Der Gebäudekomplex des Wiener Bildungscampus Berresgasse lädt 1.100 Schüler hinter trendiger Lärchenholz-Fassade, in mehrfach geknickten Bildungsbereichen, zum Lernen ein. „Für den Erdgeschoss-Sockel wurden 1.000 m² Glasfaserbeton-Platten verwendet“, so der Geschäftsführer. „Darauf fußen drei Geschosse mit jeweils vier radial angeordneten Bildungsbereichen.“ Auf die Frage, warum ausgerechnet HiCAD hier wie dort zur Konstruktion eingesetzt wird, antwortet der Österreicher: „Weil uns durch fertigungsorientierte Bemaßung, individuelle Beschriftung und detaillierte Zuschnitte die Modellierung erleichtert wird − egal, ob Holz, Glas oder andere Materialien verwendet werden.“ Als weiteres Plus verweist er auf den Treppen- und Geländerkonfigurator in der HiCAD Stahlbau Suite, der individuelle 2D/3D-Konstruktionen und eine schnellere Detaillierung des Tragwerks in der Planungsphase ermöglicht.

„Die bidirektionale Schnittstelle zu LogiKal® aus der HiCAD Metallbau Suite ermöglichte uns dabei den vollen Zugriff auf Bibliotheken mit Spezialprofilen für Fassaden, Lichtdächer, Fenster und Türen. Außerdem den Zugriff auf mehrere tausend Normteile und Standardprofile zur Integration diverser Verbindungselemente“, so der Ingenieur. „LogiKal® übernimmt quasi die statische Vorbemessung und konfrontiert uns mit Fragen − ob z.B. die gewählten Profile für die am Standort auftretenden Lasten ausreichen, oder ob Glaseinsätze durch mögliche Turbulenzen, Temperaturunterschiede etc. den auf sie einwirkenden Lasten standhalten. Kurzum: Die Kopplung mit HiCAD ermöglicht uns eine bessere wirtschaftliche Dimensionierung der Bauteile.“

Projekt mit Freiformflächen

Der Anspruch an ein modernes Design wächst. Viele moderne Fassaden weisen beliebig gekrümmte Flächen auf, die sich schwer in eine bestimmte Form pressen oder analytisch klar beschreiben lassen. Das geschwungene Dach des Etihad-Museums in Dubai zum Beispiel, aber auch das jüngst abgeschlossene Projekt „Wohnen am Schweizer Garten“ in Wien mit der vorgelagerten, unregelmäßigen Rasterstruktur der Balkonbrüstungen. „Dank des HiCAD-Moduls für Freiformflächen konnten wir dieser anspruchsvollen Aufgabe gerecht werden“, so Günther Mayerhofer.

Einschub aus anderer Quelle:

class Plain:
    """Units in which an angle is in degrees."""

    def convert(self, value: object, dimension: str) -> float:
        """Return the radians of "30 deg"."""
        if dimension == "angle" and isinstance(value, str) and value.endswith(" deg"):
            return math.radians(float(value.removesuffix(" deg")))
        raise ValueError(f"unknown unit in {value!r}")


def expression(text: str) -> Expression:
    """Return a formula in x, y and t."""
    return compile_expression(text, variables=("x", "y", "t"))


def state(packet: Packet, grid: Grid, *pieces: Piece) -> ComplexArray:
    """Return the normalised state of one packet."""
    psi, _ = initial_state((packet,), grid, ELECTRON, pieces)
    return psi


def moments(psi: ComplexArray, grid: Grid, axis: int) -> tuple[float, float, float, float]:
    """Return mean and width of position and of wave number along an axis."""
    x = grid.coordinates[axis]
    density = np.abs(psi) ** 2 * grid.cell
    mean = float(np.sum(density * x))
    width = math.sqrt(float(np.sum(density * (x - mean) ** 2)))
    slope = spectral.slope(psi, grid.axes[axis], axis)
    k = grid.inner(psi, slope).imag
    return mean, width, k, math.sqrt(grid.norm(slope) - k**2)


@pytest.mark.parametrize("grid", [LINE, BOX])
def test_gaussian_moments(grid: Grid) -> None:
    """Mean x0 and k0, widths sigma and 1/(2 sigma), k0 = sqrt(E/c) [CohenTannoudji1977]_.

    k0 = 0.4193493103 for 0.1 eV and 0.067 electron masses.
    """
    packet = GaussianPacket(center={"x": -20.0}, sigma={"x": 5.0}, energy=0.1)
    psi = state(packet, grid)
    assert grid.norm(psi) == pytest.approx(1.0, abs=1e-13)
    assert moments(psi, grid, 0) == pytest.approx((-20.0, 5.0, 0.4193493103, 0.1), abs=1e-9)


def test_mean_energy_exceeds_that_of_the_central_momentum() -> None:
    """The mean kinetic energy is larger by hbar^2/(8 m sigma^2): 0.10568654046 eV."""
    packet = GaussianPacket(center={"x": 0.0}, sigma={"x": 5.0}, energy=0.1)
    slope = spectral.slope(state(packet, LINE), LINE.axes[0], 0)
    assert ELECTRON.stiffness * LINE.norm(slope) == pytest.approx(0.10568654046, abs=1e-10)


@given(center=st.floats(-30, 30), sigma=st.floats(2, 6), k=st.floats(-2, 2), phase=st.floats(-4, 4))
def test_gaussian_with_a_wavenumber(center: float, sigma: float, k: float, phase: float) -> None:
    """Whatever center, width, wave number and phase, the moments are those asked for."""
    packet = GaussianPacket(
        center={"x": center}, sigma={"x": sigma}, wavenumber={"x": k}, amplitude=3.0, phase=phase
    )
    wanted = (center, sigma, k, 1 / (2 * sigma))
    assert moments(state(packet, LINE), LINE, 0) == pytest.approx(wanted, abs=1e-9)


@pytest.mark.parametrize(
    ("direction", "towards"),
    [
        (None, (1, 0)),
        (0.0, (1, 0)),
        (math.pi, (-1, 0)),
        (math.pi / 2, (0, 1)),
        (-math.pi / 2, (0, -1)),
        (math.radians(30), (math.sqrt(0.75), 0.5)),
    ],
)
def test_gaussian_directions(direction: float | None, towards: tuple[float, float]) -> None:
    """In a plane the wave number points along the direction, exactly along an axis."""
    packet = GaussianPacket(
        center={"x": 1.0, "y": 2.0}, sigma={"x": 4.0, "y": 3.0}, energy=0.1, direction=direction
    )
    k0 = math.sqrt(0.1 / ELECTRON.stiffness)
    psi = state(packet, PLANE)
    for axis, (center, sigma) in enumerate(((1.0, 4.0), (2.0, 3.0))):
        wanted = (center, sigma, k0 * towards[axis], 1 / (2 * sigma))
        assert moments(psi, PLANE, axis) == pytest.approx(wanted, abs=1e-8)
    start = launch(packet, PLANE, ELECTRON, ())
    assert start.wavevector == pytest.approx([k0 * part for part in towards])
    assert (start.wavevector[1] == 0.0) == (towards[1] == 0)


def test_gaussian_wraps_a_periodic_axis() -> None:
    """A packet near the end of a ring comes in at the other side."""
    ring = Grid((Axis("x", 0.0, 40.0, 200, RING),))
    edge = GaussianPacket(center={"x": 39.0}, sigma={"x": 3.0}, wavenumber={"x": math.pi / 10})
    middle = GaussianPacket(center={"x": 20.0}, sigma={"x": 3.0}, wavenumber={"x": math.pi / 10})
    turned = np.roll(state(middle, ring), 95)
    assert state(edge, ring) == pytest.approx(turned, abs=1e-12)


def test_total_energy_counts_from_the_scenarios_zero() -> None:
    """On a plateau the kinetic part is what is left above it."""
    plateau = Slab(name="plateau", height=0.05, x=Span(-70.0, 30.0))
    packet = GaussianPacket(center={"x": -20.0}, sigma={"x": 5.0}, total_energy=0.15)
    start = launch(packet, LINE, ELECTRON, (plateau,))
    assert start.potential == pytest.approx(0.05)
    assert start.energy(ELECTRON) == pytest.approx(0.15)
    assert start.wavevector[0] == pytest.approx(0.4193493103)


@pytest.mark.parametrize(
    ("piece", "energy", "message"),
    [
        (Field(strength={"x": 0.01}), 0.15, "uniform"),
        (Step(height=0.1, at=0.0), 0.15, "uniform"),
        (Slab(height=0.3), 0.15, "at least V"),
    ],
)
def test_total_energy_needs_a_uniform_potential(piece: Piece, energy: float, message: str) -> None:
    """Where V varies over the packet, or exceeds the energy, that is said."""
    packet = GaussianPacket(name="wave", center={"x": -10.0}, sigma={"x": 5.0}, total_energy=energy)
    with pytest.raises(ScenarioError, match=rf"packet\.wave\.total_energy.*{message}"):
        state(packet, LINE, piece)


def test_combined_packets_interfere() -> None:
    """Two packets of amplitudes 1 and 2, apart, hold 1/5 and 4/5; phases stay."""
    left = GaussianPacket(center={"x": -40.0}, sigma={"x": 4.0}, wavenumber={"x": 0.0})
    right = GaussianPacket(
        center={"x": 40.0}, sigma={"x": 4.0}, wavenumber={"x": 0.0}, amplitude=2.0, phase=1.2
    )
    psi, found = initial_state((left, right), LINE, ELECTRON, ())
    assert found is None
    half = LINE.coordinates[0] < 0
    assert np.sum(np.abs(psi[half]) ** 2) * LINE.cell == pytest.approx(0.2, abs=1e-12)
    at = [int(np.argmin(np.abs(LINE.coordinates[0] - x))) for x in (-40.0, 40.0)]
    assert np.angle(psi[at[1]] / psi[at[0]]) == pytest.approx(1.2)


def test_opposite_packets_leave_nothing() -> None:
    """A sum that vanishes is refused."""
    one = GaussianPacket(center={"x": 0.0}, sigma={"x": 4.0}, wavenumber={"x": 0.0})
    other = GaussianPacket(
        center={"x": 0.0}, sigma={"x": 4.0}, wavenumber={"x": 0.0}, phase=math.pi
    )
    with pytest.raises(ScenarioError, match="sum is not zero"):
        initial_state((one, other), LINE, ELECTRON, ())


def test_where_keeps_a_part_and_reports_what_was_found() -> None:
    """Half of a centered packet is found beyond its middle; a tail by the error function."""
    for at, wanted in ((0.0, 0.5), (4.0, 0.5 * math.erfc(1 / math.sqrt(2)))):
        packet = GaussianPacket(
            center={"x": 0.0},
            sigma={"x": 4.0},
            wavenumber={"x": 0.3},
            where=expression(f"x > {at}"),
        )
        psi, found = initial_state((packet,), LINE, ELECTRON, ())
        # A cut cell counts by its covered part: off by slope * dx^2/24 of the density.
        assert found == pytest.approx(wanted, abs=2e-4)
        assert LINE.norm(psi) == pytest.approx(1.0)
        assert not psi[LINE.coordinates[0] < at - 0.2].any()
    plain = GaussianPacket(center={"x": -50.0}, sigma={"x": 4.0}, wavenumber={"x": 0.3})
    found = initial_state((packet, plain), LINE, ELECTRON, ())[1]
    assert found == pytest.approx((wanted + 1) / 2, abs=1e-4)


@pytest.mark.parametrize("center", [0.0, 0.0123, 0.0371])
def test_half_of_a_packet_is_found_beyond_its_center(center: float) -> None:
    """Cut at its center, wherever that lies between the points, a packet keeps a half."""
    packet = GaussianPacket(
        center={"x": center},
        sigma={"x": 4.0},
        wavenumber={"x": 0.3},
        where=expression(f"x > {center}"),
    )
    _, found = initial_state((packet,), LINE, ELECTRON, ())
    # The cut cell's density falls by (dx/sigma)^2/8 at most to the cut: a part of its 1 %.
    assert found == pytest.approx(0.5, abs=2e-6)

Fassadenträume auf Knopfdruck

Stücklisten auf Knopfdruck, Änderungen per Mausklick − wobei gleichartige Änderungen an verschiedenen Objekten in nur einem Bearbeitungsschritt durchgeführt werden können − sind weitere Stärken von HiCAD, auf die Günther Mayerhofer besonderen Wert legt. „Für komplexe Gebäudehüllen, im klassischen Stahlbau und bei Schlosserkonstruktionen, ist die automatisierte

Werkzeichnungsgenerierung und Stücklistenerstellung sehr hilfreich“, bestätigt er. „Alles muss doch heute schnell gehen. Dazu zähle ich auch die zügige Übergabe von Informationen an den Einkauf oder an die Fertigung in Standardformaten wie DXF, DWG oder STEP.  Das reibungslose Zusammenspiel von Planung und Konstruktion birgt ein riesiges Potenzial zur Produktivitätssteigerung.“ Im Bereich BIM warte die TESIGN GmbH auf eine endgültige Einführung − „zumindest bei öffentlichen Projekten“, so der Geschäftsführer. „Das ISD-BIM-Konzept wird uns beizeiten Abhilfe schaffen.“

Partnerschaftliche Zusammenarbeit

Ihre bisher gesetzten Ziele im Rahmen geometrisch anspruchsvoller Fassadenkonstruktionen hat die  TESIGN GmbH bisher mit HiCAD erreicht. „Die Einführung ist problemlos vonstattengegangen“, so Günther Mayerhofer.  „Nicht grundlos werden in unserem Unternehmen kontinuierlich weitere Techniker auf der Basis von HiCAD ausgebildet. Dank der hilfreichen Schulungsmaßnahmen konnten unsere Konstrukteure, die bisher mit Autocad 2D gearbeitet hatten und daraus zum Teil noch die Fertigungsunterlagen generieren, die Konstruktionspraxis mit HiCAD zügig adaptieren.“

Neben dem Produkt trägt selbstverständlich auch die partnerschaftliche Zusammenarbeit mit der ISD zur Zufriedenheit des Österreichers bei. „Natürlich empfehle ich HiCAD weiter – der große Output an Produktionsunterlagen und die Kompatibilität mit diversen AV-Programmen sind ein großer Vorteil für alle Unternehmen in unserer Branche“.